The branching_factor of the filtering tree has a default value, but may be provided by the user to create a tree of whatever width is desired. Note that branching_factor is the max branching factor. Depending on the number of managers, some nodes in the tree may/will have smaller numbers of children.
The filter function returns a Context Manager that supplies an Iterator over which you can iterate on the filtered values. So you can write
with dd.filter(...) as candidates:
and then iterate overcandidates
inside the context to read the filtered values.Assuming your distributed dictionary is called dd, this will get num_needed elements from the result of filtering the distributed dictionary by calling the function get_largest on each distributed dictionary manager.
- Parameters:
mgr_code – A function taking arguments as described above that will
run on the same node as a distributed dictionary manager and will be directed toward that manager.
- Parameters:
mgr_code_args – A tuple of arguments to pass to the mgr_code as described above.
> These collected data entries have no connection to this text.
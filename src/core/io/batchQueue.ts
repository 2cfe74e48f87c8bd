/**
 * The batch queue file ("loci-batch", version 1): named jobs run one after another,
 * each a problem file × families × budget × seed. Checked once here, with messages
 * that name the field, so the runner trusts what it reads.
 */
import { z } from 'zod';
import { capIssues, envelopeIssue, expected, formatPath, strict } from './schemaMessages';

export const BATCH_FORMAT = 'loci-batch';
export const BATCH_VERSION = 1;
/** Most jobs in one queue: a month of nights at a job an hour. */
export const MAX_BATCH_JOBS = 1000;
/** A job's name is also its results' file stem, so it keeps to characters every file system takes. */
export const JOB_NAME_PATTERN = /^[A-Za-z0-9][A-Za-z0-9._-]{0,79}$/;
const MAX_EVALUATIONS = 1_000_000_000;
const MAX_SECONDS = 30 * 24 * 3600;

export interface BatchJob {
  readonly name: string;
  /** The problem file, relative to the queue file's folder (or absolute). */
  readonly problem: string;
  /** A subset of the problem's families (or a suspension problem's layouts); all of them when absent. */
  readonly families?: readonly string[];
  readonly seed: number;
  /** Exactly one budget: evaluations (deterministic) or seconds. */
  readonly evaluations?: number;
  readonly seconds?: number;
  readonly islands?: number;
  readonly top?: number;
  /** Left in the queue but not run. */
  readonly skip: boolean;
}

export interface BatchQueue {
  readonly name: string;
  readonly jobs: readonly BatchJob[];
}

export interface BatchIssue {
  readonly path: string;
  readonly message: string;
}

export type BatchQueueResult = { readonly ok: true; readonly queue: BatchQueue } | { readonly ok: false; readonly issues: BatchIssue[] };

const whole = (min: number, max: number, what: string) =>
  z.number({ error: expected(what) }).int({ error: expected(what) }).min(min, { error: expected(what) }).max(max, { error: expected(what) });

const JOB_FIELDS = {
  name: z.string({ error: expected('a job name') }).regex(JOB_NAME_PATTERN, {
    error: expected('1 to 80 letters, digits, dots, dashes or underscores, starting with a letter or digit (it names the job\'s result files)'),
  }),
  problem: z.string({ error: expected('the problem file\'s path') }).min(1, { error: expected('the problem file\'s path') }).max(4096, { error: expected('a path of at most 4096 characters') }),
  families: z
    .array(z.string({ error: expected('a family name') }).min(1).max(64), { error: expected('an array of family names') })
    .min(1, { error: expected('at least one family') })
    .max(64, { error: expected('at most 64 families') })
    .optional(),
  seed: whole(0, Number.MAX_SAFE_INTEGER, 'a whole number ≥ 0').default(1),
  evaluations: whole(1, MAX_EVALUATIONS, `a whole number of evaluations from 1 to ${MAX_EVALUATIONS.toLocaleString('en-GB')}`).optional(),
  seconds: z.number({ error: expected('a number of seconds') }).gt(0, { error: expected('a number of seconds > 0') }).max(MAX_SECONDS, { error: expected(`at most ${MAX_SECONDS} s (30 days)`) }).optional(),
  islands: whole(1, 256, 'a whole number of islands from 1 to 256').optional(),
  top: whole(1, 1000, 'a whole number from 1 to 1000').optional(),
  skip: z.boolean({ error: expected('true or false') }).default(false),
};

const jobSchema = strict('a job', JOB_FIELDS)
  .refine((j) => !(j.evaluations !== undefined && j.seconds !== undefined), { error: 'give evaluations or seconds, not both', path: ['seconds'] })
  .refine((j) => j.evaluations !== undefined || j.seconds !== undefined, { error: 'missing; give a budget: evaluations or seconds', path: ['evaluations'] });

const queueSchema = strict('a batch queue', {
  format: z.literal(BATCH_FORMAT),
  version: z.literal(BATCH_VERSION),
  name: z.string({ error: expected('a queue name') }).min(1, { error: expected('a queue name') }).max(200, { error: expected('a name of at most 200 characters') }),
  jobs: z
    .array(jobSchema, { error: expected('an array of jobs') })
    .min(1, { error: expected('at least one job') })
    .max(MAX_BATCH_JOBS, { error: expected(`at most ${MAX_BATCH_JOBS} jobs`) }),
});

/** Reads a queue file's JSON. */
export function parseBatchQueue(json: unknown): BatchQueueResult {
  const envelope = envelopeIssue(json, BATCH_FORMAT, 'batch queue file', BATCH_VERSION);
  if (envelope !== null) return { ok: false, issues: [envelope] };
  const parsed = queueSchema.safeParse(json);
  if (!parsed.success) {
    const issues = parsed.error.issues.map((i) => ({ path: formatPath(i.path), message: i.message }));
    return { ok: false, issues: capIssues(issues, (count) => ({ path: '', message: `and ${count} more issues` })) };
  }
  const issues: BatchIssue[] = [];
  const seen = new Map<string, number>();
  parsed.data.jobs.forEach((job, i) => {
    // File systems that ignore case would put two such jobs' results in one file.
    const key = job.name.toLowerCase();
    const first = seen.get(key);
    if (first !== undefined) issues.push({ path: `jobs[${i}].name`, message: `"${job.name}" is the name of jobs[${first}] too (names are compared ignoring case); give each job its own name` });
    else seen.set(key, i);
    if (job.families !== undefined && new Set(job.families).size !== job.families.length) {
      issues.push({ path: `jobs[${i}].families`, message: 'lists a family twice' });
    }
  });
  if (issues.length > 0) return { ok: false, issues };
  return { ok: true, queue: parsed.data };
}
comparator – A function taking two arguments that should return True if the first argument of the values being filtered is “better” than the second and False otherwise. Note that returning a constant value of True or False will result in the filtering imposing no order which may be fine in some use cases.
branching_factor – The maximum branching factor of any interior node in the filtering tree (i.e. any aggregator).
- Returns:
A Context Manager that supplies an iterator which you be used to iterate over the filtered values.
- property is_frozen: bool
Return a True of False value depending on the state of the DDict.
- Returns:
True or False to indicate if the DDict is currently frozen.
- Raises:
DDictError – If the DDict cannot get this status from its main manager.
- freeze() None [source]
Freeze the DDict by placing it into read-only mode.
- Raises:
DDictError – If the DDict could not be frozen for some reason.
- unfreeze() None [source]
Unfreeze the DDict by resetting the read-only state to False.
- Raises:
DDictError – If the DDict could not be unfrozen for some reason.
- property checkpoint_id: int
Returns the client’s current checkpoint id.
- Returns:
The current checkpoint id of the client.
- property local_managers: list [int ]
Returns manager ids of all managers that are local to this node.
- property local_manager: int
Returns a local manager id if one exists. The manager designated as the main manager for the client if it is on the same node as its local manager. Otherwise, if no local manager exists, then None is returned.
- property main_manager: int
Returns the main manager id. This will always exist and will be the same as the local manager id if a local manager exists. Otherwise, it will be the id of a random manager from another node.